On the Verge of Sci-Fi

The military has long been interested in cetaceans. In 1965, a secret decree of the Soviet government and a directive of the Commander-in-Chief of the USSR Navy were approved to establish the 184th Research Base in Sevastopol — military unit 13132-K — under the leadership of Captain First Rank Viktor Kalganov to "study the physiological, hydrodynamic, and hydroacoustic characteristics of Black Sea dolphins." Officially, this was explained by the needs of designing naval and aviation military equipment. What was later called bionics.

But the cognitive abilities and natural adaptability of dolphins to the water element prompted the development of this topic, and in a few years this base began studying the possibility of using bottlenose dolphins (as the largest and strongest species of Black Sea dolphins) for underwater search, mine clearance, and defense of naval bases against hostile combat divers. Military-clerical terminology was supplemented by the strange phrase "biotechnical system."

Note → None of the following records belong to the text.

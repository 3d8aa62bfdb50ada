import { signedArea } from '../geometry/loop';
import type { Segment } from '../geometry/path';
import { segmentLength, tangentAt } from '../geometry/segment';
import type { CylindricalBend, PlannedLoops, Slab, SolidPlan } from './solid-plan';

/** Volume and surface of a formed part, exact but for the sides of arcs in bends, which are integrated to about 1e-12. */
export interface SolidFacts {
  readonly volumeMm3: number;
  readonly surfaceMm2: number;
}

/**
 * Volume and surface in closed form. A bend's metal is counted where it is after bending: between its radii, not as flat sheet, so that
 * the volume is larger than area times thickness by 0.5 - K of each zone's own share; mass comes from the flat pattern.
 */
export function solidFacts({ thicknessMm, pieces }: SolidPlan): SolidFacts {
  let volumeMm3 = 0;
  let surfaceMm2 = 0;
  for (const piece of pieces) {
    const facts = piece.kind === 'slab' ? slabFacts(piece, thicknessMm) : bendFacts(piece, thicknessMm);
    volumeMm3 += facts.volumeMm3;
    surfaceMm2 += facts.surfaceMm2;
  }
  return { volumeMm3, surfaceMm2 };
}

function areaOf(loops: PlannedLoops): number {
  return loops.reduce((sum, loop) => sum + signedArea(loop.map(({ segment }) => segment)), 0);
}

function freeEdges(loops: PlannedLoops): readonly Segment[] {
  return loops.flatMap((loop) => loop.flatMap(({ segment, isSeam }) => (isSeam ? [] : [segment])));
}

function slabFacts({ loops }: Slab, thicknessMm: number): SolidFacts {
  const area = areaOf(loops);
  const rim = freeEdges(loops).reduce((sum, segment) => sum + segmentLength(segment), 0);
  return { volumeMm3: area * thicknessMm, surfaceMm2: 2 * area + rim * thicknessMm };
}

function bendFacts({ loops, radPerMm, insideRadiusMm }: CylindricalBend, thicknessMm: number): SolidFacts {
  const area = areaOf(loops);
  const outsideRadiusMm = insideRadiusMm + thicknessMm;
  // An element of the unrolled zone, dx by dy, is dx by radPerMm * dy * r on the cylinder of radius r.
  const volumeMm3 = (area * radPerMm * (outsideRadiusMm ** 2 - insideRadiusMm ** 2)) / 2;
  const faces = area * radPerMm * (insideRadiusMm + outsideRadiusMm);
  const sides = freeEdges(loops).reduce(
    (sum, segment) => sum + sideArea(segment, radPerMm, insideRadiusMm, outsideRadiusMm),
    0,
  );
  return { volumeMm3, surfaceMm2: faces + sides };
}

/** Points and weights of Gauss and Legendre on -1..1, sixteen of them, positive half. Source: Abramowitz and Stegun, table 25.4. */
const GAUSS: readonly (readonly [number, number])[] = [
  [0.0950125098376374, 0.1894506104550685],
  [0.2816035507792589, 0.1826034150449236],
  [0.4580167776572274, 0.1691565193950025],
  [0.6178762444026438, 0.1495959888165767],
  [0.755404408355003, 0.1246289712555339],
  [0.8656312023878318, 0.0951585116824928],
  [0.9445750230732326, 0.0622535239386479],
  [0.9894009349916499, 0.0271524594117541],
];
/** An arc is integrated in this many stretches. */
const STRETCHES = 8;

/** Area swept by an edge of the unrolled zone between the two radii: a ring's sector, a plane strip, or a helicoid. */
function sideArea(segment: Segment, radPerMm: number, insideRadiusMm: number, outsideRadiusMm: number): number {
  const length = segmentLength(segment);
  /** Area of the strip per mm of edge that runs in a direction. */
  const strip = (direction: { readonly x: number; readonly y: number }): number =>
    Math.abs(
      primitive(direction.x, direction.y * radPerMm, outsideRadiusMm) -
        primitive(direction.x, direction.y * radPerMm, insideRadiusMm),
    );
  if (segment.kind === 'line') {
    const { from, to } = segment;
    return length * strip({ x: (to.x - from.x) / length, y: (to.y - from.y) / length });
  }
  let sum = 0;
  for (let stretch = 0; stretch < STRETCHES; stretch += 1) {
    for (const [at, weight] of GAUSS) {
      for (const side of [-1, 1]) {
        const t = (stretch + 0.5 + (side * at) / 2) / STRETCHES;
        const way = tangentAt(segment, t);
        const size = Math.hypot(way.x, way.y);
        sum += (weight / (2 * STRETCHES)) * strip({ x: way.x / size, y: way.y / size });
      }
    }
  }
  return length * sum;
}

/** Primitive in r of sqrt(along^2 + (turn r)^2). */
function primitive(along: number, turn: number, r: number): number {
  if (Math.abs(turn) < 1e-15) return Math.abs(along) * r;
  const slant = Math.hypot(along, turn * r);
  if (along === 0) return (Math.abs(turn) * r * r) / 2;
  return (r * slant + ((along * along) / Math.abs(turn)) * Math.asinh((Math.abs(turn) * r) / Math.abs(along))) / 2;
}
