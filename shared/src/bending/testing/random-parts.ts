import fc from 'fast-check';
import type { Point } from '../../geometry/point';
import type { BendDeclaration, Feature, Layout, ReliefSettings } from '../layout';
import { sampleBend, sampleLayout } from './sample-layouts';

/** A flange on one side of the plate, as far as random parts vary it. */
export interface RandomFlange {
  /** Left out when false. */
  readonly isThere: boolean;
  /** Share of the side that stays free before and after the flange. */
  readonly before: number;
  readonly after: number;
  readonly heightMm: number;
  /** How much each side edge leans in (positive) or out, as a share of the height. */
  readonly leanBefore: number;
  readonly leanAfter: number;
  readonly bendAngleDeg: number;
  readonly direction: BendDeclaration['direction'];
  /** Height of a second flange on the first, 0 for none. */
  readonly returnMm: number;
  readonly returnDirection: BendDeclaration['direction'];
}

/** A plate with up to four flanges, some with returns, and holes. */
export interface RandomPart {
  readonly widthMm: number;
  readonly heightMm: number;
  readonly flanges: readonly RandomFlange[];
  /** Holes near the middle of a side, so far outwards from its bend line. */
  readonly holes: readonly {
    readonly side: number;
    readonly sideways: number;
    readonly outMm: number;
    readonly diameterMm: number;
  }[];
  readonly reliefs: Pick<ReliefSettings, 'mode' | 'shape'>;
  readonly sideEdges: BendDeclaration['sideEdges'];
  readonly turnDeg: number;
}

/** Even spread in steps of a thousandth, where doubles would crowd at the ends of the range. */
const share = (min: number, max: number): fc.Arbitrary<number> =>
  fc.integer({ min: Math.round(min * 1000), max: Math.round(max * 1000) }).map((thousandths) => thousandths / 1000);
const direction = fc.constantFrom('towards' as const, 'away' as const);

const flange: fc.Arbitrary<RandomFlange> = fc.record({
  isThere: fc.boolean(),
  before: fc.oneof(fc.constant(0), share(0.1, 0.3)),
  after: fc.oneof(fc.constant(0), share(0.1, 0.3)),
  heightMm: share(15, 40),
  leanBefore: fc.oneof(fc.constant(0), share(-0.2, 0.4)),
  leanAfter: fc.oneof(fc.constant(0), share(-0.2, 0.4)),
  bendAngleDeg: fc.oneof(fc.constant(90), share(10, 120)),
  direction,
  returnMm: fc.oneof(fc.constant(0), share(8, 20)),
  returnDirection: direction,
});

/** Random plates of 80 to 200 mm with flanges, returns, holes and reliefs, turned by any angle in the plane. */
export const randomPart: fc.Arbitrary<RandomPart> = fc.record({
  widthMm: share(80, 200),
  heightMm: share(80, 200),
  flanges: fc.array(flange, { minLength: 4, maxLength: 4 }),
  holes: fc.array(
    fc.record({ side: fc.nat(3), sideways: share(0.35, 0.65), outMm: share(-12, 12), diameterMm: share(2, 9) }),
    { maxLength: 3 },
  ),
  reliefs: fc.record({
    mode: fc.constantFrom('automatic' as const, 'none' as const),
    shape: fc.constantFrom('obround' as const, 'rectangular' as const),
  }),
  sideEdges: fc.constantFrom('trimmed' as const, 'blended' as const),
  turnDeg: fc.oneof(fc.constant(0), share(0, 360)),
});

/** The layout of a random part. Holes may fall into bend zones. */
export function layoutOfPart(part: RandomPart): Layout {
  const { widthMm: w, heightMm: h } = part;
  const corners: readonly Point[] = [
    { x: 0, y: 0 },
    { x: w, y: 0 },
    { x: w, y: h },
    { x: 0, y: h },
  ];
  const outer: Point[] = [];
  const bends: BendDeclaration[] = [];
  part.flanges.forEach((one, side) => {
    const start = corners[side] ?? { x: 0, y: 0 };
    const end = corners[(side + 1) % 4] ?? { x: 0, y: 0 };
    const length = Math.hypot(end.x - start.x, end.y - start.y);
    const along = { x: (end.x - start.x) / length, y: (end.y - start.y) / length };
    const out = { x: along.y, y: -along.x };
    const at = (sideways: number, outwards: number): Point => ({
      x: start.x + along.x * sideways + out.x * outwards,
      y: start.y + along.y * sideways + out.y * outwards,
    });
    outer.push(start);
    if (!one.isThere) return;
    const from = length * one.before;
    const to = length * (1 - one.after);
    const lean = { before: one.leanBefore * one.heightMm, after: one.leanAfter * one.heightMm };
    const top = { from: from + lean.before, to: to - lean.after };
    const bend = { bendAngleDeg: one.bendAngleDeg, direction: one.direction, sideEdges: part.sideEdges };
    if (one.before > 0) outer.push(at(from, 0));
    bends.push(sampleBend(`side-${String(side)}`, at(from, 0), at(to, 0), bend));
    outer.push(at(top.from, one.heightMm));
    if (one.returnMm > 0) {
      outer.push(at(top.from, one.heightMm + one.returnMm), at(top.to, one.heightMm + one.returnMm));
      const folded = { bendAngleDeg: 90, direction: one.returnDirection, sideEdges: part.sideEdges };
      bends.push(sampleBend(`return-${String(side)}`, at(top.from, one.heightMm), at(top.to, one.heightMm), folded));
    }
    outer.push(at(top.to, one.heightMm));
    if (one.after > 0) outer.push(at(to, 0));
  });
  const features = part.holes.flatMap((hole, index): readonly Feature[] => {
    const start = corners[hole.side] ?? { x: 0, y: 0 };
    const end = corners[(hole.side + 1) % 4] ?? { x: 0, y: 0 };
    const length = Math.hypot(end.x - start.x, end.y - start.y);
    const along = { x: (end.x - start.x) / length, y: (end.y - start.y) / length };
    const outMm = part.flanges[hole.side]?.isThere === true ? hole.outMm : Math.min(hole.outMm, -hole.diameterMm);
    const centre = {
      x: start.x + along.x * hole.sideways * length + along.y * outMm,
      y: start.y + along.y * hole.sideways * length - along.x * outMm,
    };
    return [
      { kind: 'hole', id: `hole-${String(index)}`, centre, purpose: { kind: 'plain', diameterMm: hole.diameterMm } },
    ];
  });
  return turned(
    sampleLayout({ outer, bends, features, baseAnchor: { x: w / 2, y: h / 2 }, reliefs: part.reliefs }),
    part.turnDeg,
  );
}

/** A layout of straight edges and holes turned about the origin. */
export function turned(layout: Layout, turnDeg: number): Layout {
  const [cosine, sine] = [Math.cos((turnDeg * Math.PI) / 180), Math.sin((turnDeg * Math.PI) / 180)];
  return mapped(layout, ({ x, y }) => ({ x: x * cosine - y * sine, y: x * sine + y * cosine }), false);
}

/** A layout seen from behind: mirrored in the y axis, with towards and away swapped. */
export function mirrored(layout: Layout): Layout {
  const image = mapped(layout, ({ x, y }) => ({ x: -x, y }), true);
  return {
    ...image,
    bends: image.bends.map((bend) => ({ ...bend, direction: bend.direction === 'towards' ? 'away' : 'towards' })),
  };
}

function mapped(layout: Layout, move: (point: Point) => Point, isMirror: boolean): Layout {
  const chain = (loop: Layout['outer']): Layout['outer'] => ({
    ...loop,
    edges: loop.edges.map((edge) => ({ ...edge, start: move(edge.start), bulge: isMirror ? -edge.bulge : edge.bulge })),
  });
  return {
    ...layout,
    outer: chain(layout.outer),
    cutouts: layout.cutouts.map(chain),
    features: layout.features.map((feature) =>
      feature.kind === 'hole'
        ? { ...feature, centre: move(feature.centre) }
        : { ...feature, from: move(feature.from), to: move(feature.to) },
    ),
    bends: layout.bends.map((bend) => ({ ...bend, line: { from: move(bend.line.from), to: move(bend.line.to) } })),
    baseAnchor: move(layout.baseAnchor),
  };
}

From 1975, dolphins prepared for military tasks entered combat duty in the Sevastopol Bay.

Later, dolphins trained by the military for combat needs also served in peaceful activities, helping archaeologists search for ancient artifacts on the seabed.

Brothers in Intelligence?

"We have long understood that dolphins are among the most intelligent mammals and that they are capable of doing what anthropoid apes can do, for example, they are able to recognize themselves in a mirror, communicate, are capable of imitation, and they have cultural inheritance" (Michael McGowen).

Of all "our lesser brothers," dolphins are closest to humans in cognitive abilities. The brain weight of a dolphin is 1.7 kg (in humans, it is on average 1.4 kg), and it has twice as many convolutions as a human brain. The language of dolphins has up to 14 thousand sound signals, which allow them to communicate with each other. Unlike humans, they are capable of ultrasonic echolocation. Dolphins are social creatures, they help calves and the sick, pushing them upwards, and, as is well known, they also prevent people who find themselves in tragic circumstances in disasters at sea from drowning.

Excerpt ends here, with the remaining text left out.